“You want help, I suppose?”

“I have not a halfpenny, sir! I want something to live on until his lordship comes back.”

His tone changed as he said this, growing hard and almost defiant. The rector noted the alteration, and did not like it. “But why come to me?” he said, more coldly than he had yet spoken. “Why do you not go to Lord Dynmore’s steward, or agent, or his solicitor, my man?”

“They would tell of me,” was the curt answer. “And likely enough I should lose my place.”

“Still, why come to me?” Lindo persisted—chiefly to learn what was in the man’s mind, for he had already determined what he would do.

“Because you are rector of Claversham, sir,” the applicant retorted at last. And he rose suddenly and confronted the parson with an unpleasant smile on his pale face—“which is in my lord’s gift, as you know, sir,” he continued, in a tone rude and almost savage—a tone which considerably puzzled his companion, who was not conscious of having said anything offensive to the man. “I came here, sir, expecting to meet an older gentleman, a gentleman of your name, a gentleman known to me, and I find you—and I see you, do you see, where I expected to find him.”

“You mean my uncle, I suppose?” said Lindo.

“Well, sir, you know best,” was the odd reply, and the man’s look was as odd as his words. “But that is how the case stands; and, seeing it stands so, I hope you will help me, sir. I do hope, on every account, sir, that you will see your way to help me.”

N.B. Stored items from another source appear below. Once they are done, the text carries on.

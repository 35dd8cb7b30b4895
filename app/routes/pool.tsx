import { data } from "react-router";
import { requireMember } from "~/.server/guard";
import { poolDetail } from "~/.server/queries/pools";
import { ErrorPanel } from "~/components/error-panel";
import { formatDate, formatDateTime, formatMgL } from "~/lib/format";
import { poolIdParams } from "~/lib/params";
import type { Route } from "./+types/pool";

export const meta: Route.MetaFunction = ({ loaderData }) => [
  { title: `${loaderData?.detail.pool.street ?? "Pool"} · Patina` },
];

export async function loader({ request, params }: Route.LoaderArgs) {
  const scope = await requireMember(request, "pools");
  const parsed = poolIdParams.safeParse(params);
  if (!parsed.success) throw data("That is not a pool address.", { status: 404 });
  const detail = await poolDetail(scope, parsed.data.poolId);
  if (!detail) throw data("No pool with that number is on your routes.", { status: 404 });
  return { detail, timeZone: scope.timeZone };
}

function value(v: number | null, digits = 1) {
  return v === null ? "—" : v.toFixed(digits);
}

export default function PoolPage({ loaderData }: Route.ComponentProps) {
  const { detail, timeZone } = loaderData;
  const { pool } = detail;
  return (
    <div className="space-y-6">
      <section>
        <p className="text-sm text-muted">
          {pool.accountCode} · {detail.routeName ?? "no route"}
        </p>
        <h1 className="text-2xl font-semibold tracking-tight">{pool.street}</h1>
        <p className="text-muted">
          {pool.customerName} · {pool.neighbourhood ?? "—"} {pool.postalCode ?? ""}
        </p>
      </section>
      <dl className="grid grid-cols-2 gap-3 rounded-xl border border-line bg-white p-4 text-sm sm:grid-cols-4">
        <div>
          <dt className="text-muted">Fill water</dt>
          <dd className="font-medium">{detail.fillSourceName ?? "unknown"}</dd>
        </div>
        <div>
          <dt className="text-muted">Surface</dt>
          <dd className="font-medium">{pool.surface ?? "—"}</dd>
        </div>
        <div>
          <dt className="text-muted">Sanitiser</dt>
          <dd className="font-medium">{pool.sanitiser?.replace("_", " ") ?? "—"}</dd>
        </div>
        <div>
          <dt className="text-muted">Volume</dt>
          <dd className="font-medium">{pool.volumeLitres ? `${Math.round(pool.volumeLitres / 3.785411784).toLocaleString("en")} gal` : "—"}</dd>
        </div>
      </dl>

      <section aria-labelledby="equipment">
        <h2 id="equipment" className="mb-2 text-lg font-semibold">Equipment</h2>
        {detail.equipment.length === 0 ? (
          <p className="text-muted">No equipment recorded.</p>
        ) : (
          <ul className="divide-y divide-line rounded-xl border border-line bg-white text-sm">
            {detail.equipment.map((item) => (
              <li key={item.id} className="flex justify-between gap-3 px-4 py-2">
                <span>
                  <span className="font-medium">{item.kind.replace("_", " ")}</span>
                  {item.exchangerMetal ? <span className="text-muted"> · {item.exchangerMetal} exchanger</span> : null}
                  {item.removedOn ? <span className="text-muted"> · removed {item.removedOn}</span> : null}
                </span>
                <span className="text-muted">installed {item.installedOn ?? "unknown"}</span>
              </li>
            ))}
          </ul>
        )}
      </section>

      <section aria-labelledby="tests">
        <h2 id="tests" className="mb-2 text-lg font-semibold">Latest water tests</h2>
        {detail.tests.length === 0 ? (
          <p className="text-muted">No water tests yet.</p>
        ) : (
          <div className="overflow-x-auto rounded-xl border border-line bg-white">
            <table className="w-full text-left text-sm tabular-nums">
              <thead className="border-b border-line text-muted">
                <tr>
                  <th scope="col" className="px-3 py-2 font-medium">Sampled</th>
                  <th scope="col" className="px-3 py-2 font-medium">pH</th>
                  <th scope="col" className="px-3 py-2 font-medium">Free Cl</th>
                  <th scope="col" className="px-3 py-2 font-medium">Alk.</th>
                  <th scope="col" className="px-3 py-2 font-medium">Hardness</th>
                  <th scope="col" className="px-3 py-2 font-medium">Copper</th>
                  <th scope="col" className="px-3 py-2 font-medium">Iron</th>
                  <th scope="col" className="px-3 py-2 font-medium">Manganese</th>
                </tr>
              </thead>
              <tbody className="divide-y divide-line">
                {detail.tests.map((t) => (
                  <tr key={t.id}>
                    <td className="px-3 py-2 whitespace-nowrap">{formatDateTime(t.sampledAt, timeZone)}</td>
                    <td className="px-3 py-2">{value(t.ph, 2)}</td>
                    <td className="px-3 py-2">{value(t.freeChlorine)}</td>
                    <td className="px-3 py-2">{value(t.totalAlkalinity, 0)}</td>
                    <td className="px-3 py-2">{value(t.calciumHardness, 0)}</td>
                    <td className="px-3 py-2">{t.copper === null ? "—" : formatMgL(t.copper, t.copperBelowDetection)}</td>
                    <td className="px-3 py-2">{t.iron === null ? "—" : formatMgL(t.iron, t.ironBelowDetection)}</td>
                    <td className="px-3 py-2">{t.manganese === null ? "—" : formatMgL(t.manganese, t.manganeseBelowDetection)}</td>
                  </tr>
                ))}
              </tbody>
            </table>
          </div>
        )}
        <p className="mt-2 text-xs text-muted">Since {formatDate(pool.createdAt, timeZone)} on Patina.</p>
      </section>
    </div>
  );
}

export function ErrorBoundary({ error }: Route.ErrorBoundaryProps) {
  return <ErrorPanel error={error} />;
}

The rector looked at the speaker with a slight frown, liking neither the man nor his behavior. But he had already made up his mind to help him, if only in gratitude to his patron, whose retainer he was; and this, though the earl would never know of the act, nor possibly approve of it. The man had at least had the frankness to own the folly which had brought him to these straits, and Lindo was inclined to set down the oddity of his present manner to the fear and anxiety of a respectable servant on the verge of disgrace. “Yes,” he said coldly, after a moment’s thought, “I am willing to help you. Of course I shall expect you to repay me if and when you are able, Felton.”

“I will do that,” replied the man rather cavalierly.